» Your goal
Repeat word for word the opening stretch of the entries, from the first line through the line containing "SPECTRUM_PLOT_IN = 3.0".

» Dataset content
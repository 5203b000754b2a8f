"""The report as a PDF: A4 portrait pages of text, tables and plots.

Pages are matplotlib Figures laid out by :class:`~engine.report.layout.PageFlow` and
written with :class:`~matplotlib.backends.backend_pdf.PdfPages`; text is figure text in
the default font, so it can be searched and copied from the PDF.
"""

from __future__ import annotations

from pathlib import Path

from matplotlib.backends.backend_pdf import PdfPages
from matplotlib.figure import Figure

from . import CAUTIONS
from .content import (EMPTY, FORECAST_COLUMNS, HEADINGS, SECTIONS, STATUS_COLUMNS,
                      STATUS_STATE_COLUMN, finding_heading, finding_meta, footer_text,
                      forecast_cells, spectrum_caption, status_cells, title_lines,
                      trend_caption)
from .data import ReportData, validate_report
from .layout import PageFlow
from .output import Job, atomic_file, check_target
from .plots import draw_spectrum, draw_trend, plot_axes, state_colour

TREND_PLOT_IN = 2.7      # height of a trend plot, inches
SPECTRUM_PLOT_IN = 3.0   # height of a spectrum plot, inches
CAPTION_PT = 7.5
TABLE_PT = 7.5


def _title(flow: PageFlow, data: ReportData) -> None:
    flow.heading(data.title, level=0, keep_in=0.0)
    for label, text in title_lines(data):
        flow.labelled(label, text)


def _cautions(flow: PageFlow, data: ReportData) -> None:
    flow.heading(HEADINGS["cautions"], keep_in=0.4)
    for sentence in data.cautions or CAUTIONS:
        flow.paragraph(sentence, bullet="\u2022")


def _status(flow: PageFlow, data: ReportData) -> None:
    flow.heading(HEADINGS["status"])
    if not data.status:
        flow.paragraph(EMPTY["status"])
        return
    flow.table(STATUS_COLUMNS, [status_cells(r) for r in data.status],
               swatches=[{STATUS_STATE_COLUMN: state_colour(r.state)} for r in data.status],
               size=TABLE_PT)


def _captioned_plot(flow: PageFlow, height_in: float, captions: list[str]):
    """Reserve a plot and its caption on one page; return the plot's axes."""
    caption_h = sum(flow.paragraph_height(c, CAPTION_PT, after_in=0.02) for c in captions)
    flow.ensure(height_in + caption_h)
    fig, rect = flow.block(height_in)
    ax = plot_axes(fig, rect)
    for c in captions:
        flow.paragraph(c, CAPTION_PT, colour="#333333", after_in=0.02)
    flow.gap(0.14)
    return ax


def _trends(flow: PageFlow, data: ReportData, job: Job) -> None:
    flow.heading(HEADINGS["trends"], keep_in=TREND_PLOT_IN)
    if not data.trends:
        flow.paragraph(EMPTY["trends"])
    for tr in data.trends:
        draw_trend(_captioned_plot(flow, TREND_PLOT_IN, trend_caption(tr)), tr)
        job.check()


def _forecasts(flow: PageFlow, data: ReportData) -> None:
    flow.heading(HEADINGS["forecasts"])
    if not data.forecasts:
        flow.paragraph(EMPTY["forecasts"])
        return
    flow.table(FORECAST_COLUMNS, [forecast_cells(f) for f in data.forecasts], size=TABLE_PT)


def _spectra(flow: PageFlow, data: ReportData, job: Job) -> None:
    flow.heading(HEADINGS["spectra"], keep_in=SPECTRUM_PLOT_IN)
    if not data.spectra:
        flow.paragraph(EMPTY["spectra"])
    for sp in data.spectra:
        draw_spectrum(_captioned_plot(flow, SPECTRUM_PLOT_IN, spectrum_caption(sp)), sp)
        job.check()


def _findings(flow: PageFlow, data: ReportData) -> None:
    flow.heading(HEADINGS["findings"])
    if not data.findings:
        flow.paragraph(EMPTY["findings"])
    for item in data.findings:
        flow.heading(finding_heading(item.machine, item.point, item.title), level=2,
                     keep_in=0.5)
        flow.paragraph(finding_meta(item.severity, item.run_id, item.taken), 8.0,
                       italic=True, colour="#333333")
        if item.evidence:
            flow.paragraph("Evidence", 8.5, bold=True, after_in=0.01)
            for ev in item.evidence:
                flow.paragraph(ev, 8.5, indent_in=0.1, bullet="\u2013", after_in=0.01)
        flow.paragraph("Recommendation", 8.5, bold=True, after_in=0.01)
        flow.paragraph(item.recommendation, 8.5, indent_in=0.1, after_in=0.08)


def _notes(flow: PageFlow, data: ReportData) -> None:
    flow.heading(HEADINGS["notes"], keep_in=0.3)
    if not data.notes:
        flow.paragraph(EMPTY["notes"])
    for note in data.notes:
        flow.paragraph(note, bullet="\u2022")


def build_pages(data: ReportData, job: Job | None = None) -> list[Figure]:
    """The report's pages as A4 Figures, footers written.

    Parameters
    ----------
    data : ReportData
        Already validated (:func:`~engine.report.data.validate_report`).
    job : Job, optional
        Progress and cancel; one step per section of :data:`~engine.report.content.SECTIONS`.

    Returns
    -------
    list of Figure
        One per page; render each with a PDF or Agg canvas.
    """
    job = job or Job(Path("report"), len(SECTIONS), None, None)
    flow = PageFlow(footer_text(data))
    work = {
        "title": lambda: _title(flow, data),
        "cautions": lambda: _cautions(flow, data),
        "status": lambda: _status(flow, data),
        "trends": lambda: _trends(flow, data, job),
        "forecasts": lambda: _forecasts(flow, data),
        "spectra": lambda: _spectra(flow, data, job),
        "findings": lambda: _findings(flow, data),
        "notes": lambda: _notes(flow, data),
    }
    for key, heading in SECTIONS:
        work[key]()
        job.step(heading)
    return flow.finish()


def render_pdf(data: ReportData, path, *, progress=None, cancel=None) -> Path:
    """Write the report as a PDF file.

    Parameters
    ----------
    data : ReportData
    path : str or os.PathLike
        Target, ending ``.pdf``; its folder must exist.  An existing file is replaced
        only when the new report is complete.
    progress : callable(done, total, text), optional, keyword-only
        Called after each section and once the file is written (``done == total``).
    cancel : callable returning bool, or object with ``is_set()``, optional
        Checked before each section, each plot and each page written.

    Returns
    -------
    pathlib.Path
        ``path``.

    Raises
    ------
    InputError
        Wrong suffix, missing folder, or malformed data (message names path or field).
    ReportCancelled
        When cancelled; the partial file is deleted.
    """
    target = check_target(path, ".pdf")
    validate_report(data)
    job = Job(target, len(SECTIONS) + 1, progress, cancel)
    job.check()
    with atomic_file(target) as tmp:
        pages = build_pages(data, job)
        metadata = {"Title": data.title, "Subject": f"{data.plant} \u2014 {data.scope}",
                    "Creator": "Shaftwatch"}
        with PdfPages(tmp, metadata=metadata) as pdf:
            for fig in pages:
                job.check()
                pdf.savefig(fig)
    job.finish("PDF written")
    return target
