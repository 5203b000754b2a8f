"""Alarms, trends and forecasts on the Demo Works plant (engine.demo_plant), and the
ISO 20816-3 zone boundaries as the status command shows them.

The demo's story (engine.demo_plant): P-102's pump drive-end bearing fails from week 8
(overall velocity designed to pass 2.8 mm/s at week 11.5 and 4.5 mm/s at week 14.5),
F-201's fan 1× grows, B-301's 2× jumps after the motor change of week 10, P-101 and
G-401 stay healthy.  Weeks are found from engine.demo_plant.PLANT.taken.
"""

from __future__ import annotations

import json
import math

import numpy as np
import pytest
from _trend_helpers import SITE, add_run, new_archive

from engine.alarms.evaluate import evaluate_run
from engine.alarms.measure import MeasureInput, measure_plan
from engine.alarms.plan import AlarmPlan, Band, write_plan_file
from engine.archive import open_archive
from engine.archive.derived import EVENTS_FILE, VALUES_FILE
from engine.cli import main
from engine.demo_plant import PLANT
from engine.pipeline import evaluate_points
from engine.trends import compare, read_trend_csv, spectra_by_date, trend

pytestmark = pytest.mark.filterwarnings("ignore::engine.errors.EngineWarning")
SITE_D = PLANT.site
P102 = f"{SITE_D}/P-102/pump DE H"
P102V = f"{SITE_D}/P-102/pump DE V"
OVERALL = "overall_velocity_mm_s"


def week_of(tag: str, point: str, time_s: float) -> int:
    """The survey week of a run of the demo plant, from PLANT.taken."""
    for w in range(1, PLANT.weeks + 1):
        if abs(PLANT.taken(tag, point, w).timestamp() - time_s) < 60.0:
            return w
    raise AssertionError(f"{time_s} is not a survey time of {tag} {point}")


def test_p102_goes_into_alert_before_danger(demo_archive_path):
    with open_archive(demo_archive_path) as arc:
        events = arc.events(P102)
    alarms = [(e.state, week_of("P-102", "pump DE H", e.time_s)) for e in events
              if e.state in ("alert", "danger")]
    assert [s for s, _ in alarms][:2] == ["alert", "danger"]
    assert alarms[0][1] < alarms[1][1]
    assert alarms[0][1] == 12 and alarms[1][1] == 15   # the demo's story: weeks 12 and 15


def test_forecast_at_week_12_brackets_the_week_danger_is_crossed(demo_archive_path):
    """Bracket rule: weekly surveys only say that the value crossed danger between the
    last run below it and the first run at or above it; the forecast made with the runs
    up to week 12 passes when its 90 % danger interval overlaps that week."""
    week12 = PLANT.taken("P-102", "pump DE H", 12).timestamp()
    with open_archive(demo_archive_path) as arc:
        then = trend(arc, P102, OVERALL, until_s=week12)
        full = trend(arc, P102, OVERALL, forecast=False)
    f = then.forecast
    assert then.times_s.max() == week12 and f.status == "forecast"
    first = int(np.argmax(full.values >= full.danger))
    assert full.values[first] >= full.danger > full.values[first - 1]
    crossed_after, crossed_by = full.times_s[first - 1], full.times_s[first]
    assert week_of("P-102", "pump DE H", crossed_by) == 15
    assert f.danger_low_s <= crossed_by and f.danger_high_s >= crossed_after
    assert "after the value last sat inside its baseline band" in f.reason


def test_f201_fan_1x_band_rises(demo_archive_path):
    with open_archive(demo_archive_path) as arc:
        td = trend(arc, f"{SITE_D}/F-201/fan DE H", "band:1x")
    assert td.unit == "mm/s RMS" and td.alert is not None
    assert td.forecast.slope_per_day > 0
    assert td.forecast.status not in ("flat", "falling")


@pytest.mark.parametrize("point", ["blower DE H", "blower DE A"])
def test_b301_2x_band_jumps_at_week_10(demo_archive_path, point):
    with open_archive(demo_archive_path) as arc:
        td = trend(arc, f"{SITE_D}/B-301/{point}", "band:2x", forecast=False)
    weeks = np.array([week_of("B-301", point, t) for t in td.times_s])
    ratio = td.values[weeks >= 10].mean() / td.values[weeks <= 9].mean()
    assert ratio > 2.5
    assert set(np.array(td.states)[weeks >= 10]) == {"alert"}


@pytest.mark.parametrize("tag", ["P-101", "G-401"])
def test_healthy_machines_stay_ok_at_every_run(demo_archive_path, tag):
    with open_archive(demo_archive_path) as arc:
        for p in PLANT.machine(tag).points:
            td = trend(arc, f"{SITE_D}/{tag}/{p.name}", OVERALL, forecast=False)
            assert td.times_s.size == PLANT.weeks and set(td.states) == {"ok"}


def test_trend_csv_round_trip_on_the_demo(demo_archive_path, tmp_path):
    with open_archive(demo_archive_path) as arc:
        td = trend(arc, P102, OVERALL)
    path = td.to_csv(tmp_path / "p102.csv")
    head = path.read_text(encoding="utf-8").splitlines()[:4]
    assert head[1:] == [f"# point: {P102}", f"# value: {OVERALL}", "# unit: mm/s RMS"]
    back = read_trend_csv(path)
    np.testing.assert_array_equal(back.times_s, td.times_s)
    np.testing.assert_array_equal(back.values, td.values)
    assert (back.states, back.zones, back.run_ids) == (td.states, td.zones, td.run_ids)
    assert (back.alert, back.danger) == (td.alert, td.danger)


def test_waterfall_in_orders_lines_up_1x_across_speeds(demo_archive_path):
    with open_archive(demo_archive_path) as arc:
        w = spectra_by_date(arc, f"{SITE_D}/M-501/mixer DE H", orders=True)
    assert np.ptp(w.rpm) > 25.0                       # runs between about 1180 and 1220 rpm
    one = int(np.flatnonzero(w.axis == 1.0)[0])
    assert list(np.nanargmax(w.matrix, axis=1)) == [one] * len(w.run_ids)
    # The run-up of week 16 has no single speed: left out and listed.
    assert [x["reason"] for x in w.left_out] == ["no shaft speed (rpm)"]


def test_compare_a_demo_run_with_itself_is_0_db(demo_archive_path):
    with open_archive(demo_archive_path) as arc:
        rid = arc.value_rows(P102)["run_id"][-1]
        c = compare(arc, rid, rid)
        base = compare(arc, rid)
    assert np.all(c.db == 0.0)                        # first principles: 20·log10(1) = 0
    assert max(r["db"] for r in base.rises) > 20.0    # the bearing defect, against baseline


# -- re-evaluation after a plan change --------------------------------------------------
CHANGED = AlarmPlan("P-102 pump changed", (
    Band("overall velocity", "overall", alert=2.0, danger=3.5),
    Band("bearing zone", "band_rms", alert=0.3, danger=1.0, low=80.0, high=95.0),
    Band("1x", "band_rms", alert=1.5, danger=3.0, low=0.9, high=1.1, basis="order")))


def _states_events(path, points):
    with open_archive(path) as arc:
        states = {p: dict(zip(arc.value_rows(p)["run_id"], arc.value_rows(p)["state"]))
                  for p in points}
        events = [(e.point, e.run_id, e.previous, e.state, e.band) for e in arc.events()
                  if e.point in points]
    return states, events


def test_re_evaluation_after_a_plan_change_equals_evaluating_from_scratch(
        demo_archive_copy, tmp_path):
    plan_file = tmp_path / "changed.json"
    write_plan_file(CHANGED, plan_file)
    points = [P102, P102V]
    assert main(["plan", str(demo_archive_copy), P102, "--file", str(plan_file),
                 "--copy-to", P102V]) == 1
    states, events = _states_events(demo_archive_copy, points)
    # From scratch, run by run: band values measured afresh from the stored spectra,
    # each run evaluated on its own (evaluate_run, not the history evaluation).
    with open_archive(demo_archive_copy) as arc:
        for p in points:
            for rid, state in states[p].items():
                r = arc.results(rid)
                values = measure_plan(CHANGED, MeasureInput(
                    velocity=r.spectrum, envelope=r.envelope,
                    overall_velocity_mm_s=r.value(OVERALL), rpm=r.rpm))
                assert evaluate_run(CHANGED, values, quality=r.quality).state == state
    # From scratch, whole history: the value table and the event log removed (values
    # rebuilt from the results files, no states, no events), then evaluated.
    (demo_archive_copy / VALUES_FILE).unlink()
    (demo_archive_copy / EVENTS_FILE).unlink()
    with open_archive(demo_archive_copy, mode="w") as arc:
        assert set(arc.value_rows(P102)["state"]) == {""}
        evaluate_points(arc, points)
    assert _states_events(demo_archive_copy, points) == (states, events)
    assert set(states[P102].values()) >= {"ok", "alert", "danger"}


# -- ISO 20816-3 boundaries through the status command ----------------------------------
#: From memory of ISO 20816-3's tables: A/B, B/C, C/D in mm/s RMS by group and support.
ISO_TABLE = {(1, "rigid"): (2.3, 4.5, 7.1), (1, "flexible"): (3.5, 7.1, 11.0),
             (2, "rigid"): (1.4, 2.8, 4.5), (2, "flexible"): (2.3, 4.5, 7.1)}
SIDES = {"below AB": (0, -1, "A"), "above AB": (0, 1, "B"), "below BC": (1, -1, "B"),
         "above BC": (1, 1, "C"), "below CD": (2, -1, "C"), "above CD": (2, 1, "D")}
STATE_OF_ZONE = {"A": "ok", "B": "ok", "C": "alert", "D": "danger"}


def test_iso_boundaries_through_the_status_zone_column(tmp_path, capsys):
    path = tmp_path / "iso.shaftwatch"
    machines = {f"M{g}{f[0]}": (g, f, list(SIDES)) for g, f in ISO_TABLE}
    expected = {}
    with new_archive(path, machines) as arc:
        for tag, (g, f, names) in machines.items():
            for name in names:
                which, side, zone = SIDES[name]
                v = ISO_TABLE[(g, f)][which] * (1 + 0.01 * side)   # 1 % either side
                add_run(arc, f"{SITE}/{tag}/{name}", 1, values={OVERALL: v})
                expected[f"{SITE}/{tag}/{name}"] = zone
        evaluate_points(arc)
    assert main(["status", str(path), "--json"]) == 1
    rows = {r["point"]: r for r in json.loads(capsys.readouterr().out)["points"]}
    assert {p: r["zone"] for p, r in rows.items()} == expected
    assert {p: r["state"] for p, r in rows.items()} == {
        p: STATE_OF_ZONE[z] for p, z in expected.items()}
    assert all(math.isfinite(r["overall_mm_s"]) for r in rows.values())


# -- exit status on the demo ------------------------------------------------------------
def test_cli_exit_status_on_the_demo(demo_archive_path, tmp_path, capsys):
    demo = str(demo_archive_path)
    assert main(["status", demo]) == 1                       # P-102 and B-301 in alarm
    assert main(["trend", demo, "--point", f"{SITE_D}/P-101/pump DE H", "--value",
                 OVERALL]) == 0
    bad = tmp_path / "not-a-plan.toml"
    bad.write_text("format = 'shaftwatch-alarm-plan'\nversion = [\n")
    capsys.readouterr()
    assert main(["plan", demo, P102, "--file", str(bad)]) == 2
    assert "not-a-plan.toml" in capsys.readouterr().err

» Task response
repository 5203b000754b2a8f
"""The report as a PDF: A4 portrait pages of text, tables and plots.

Pages are matplotlib Figures laid out by :class:`~engine.report.layout.PageFlow` and
written with :class:`~matplotlib.backends.backend_pdf.PdfPages`; text is figure text in
the default font, so it can be searched and copied from the PDF.
"""

from __future__ import annotations

from pathlib import Path

from matplotlib.backends.backend_pdf import PdfPages
from matplotlib.figure import Figure

from . import CAUTIONS
from .content import (EMPTY, FORECAST_COLUMNS, HEADINGS, SECTIONS, STATUS_COLUMNS,
                      STATUS_STATE_COLUMN, finding_heading, finding_meta, footer_text,
                      forecast_cells, spectrum_caption, status_cells, title_lines,
                      trend_caption)
from .data import ReportData, validate_report
from .layout import PageFlow
from .output import Job, atomic_file, check_target
from .plots import draw_spectrum, draw_trend, plot_axes, state_colour

TREND_PLOT_IN = 2.7      # height of a trend plot, inches
SPECTRUM_PLOT_IN = 3.0   # height of a spectrum plot, inches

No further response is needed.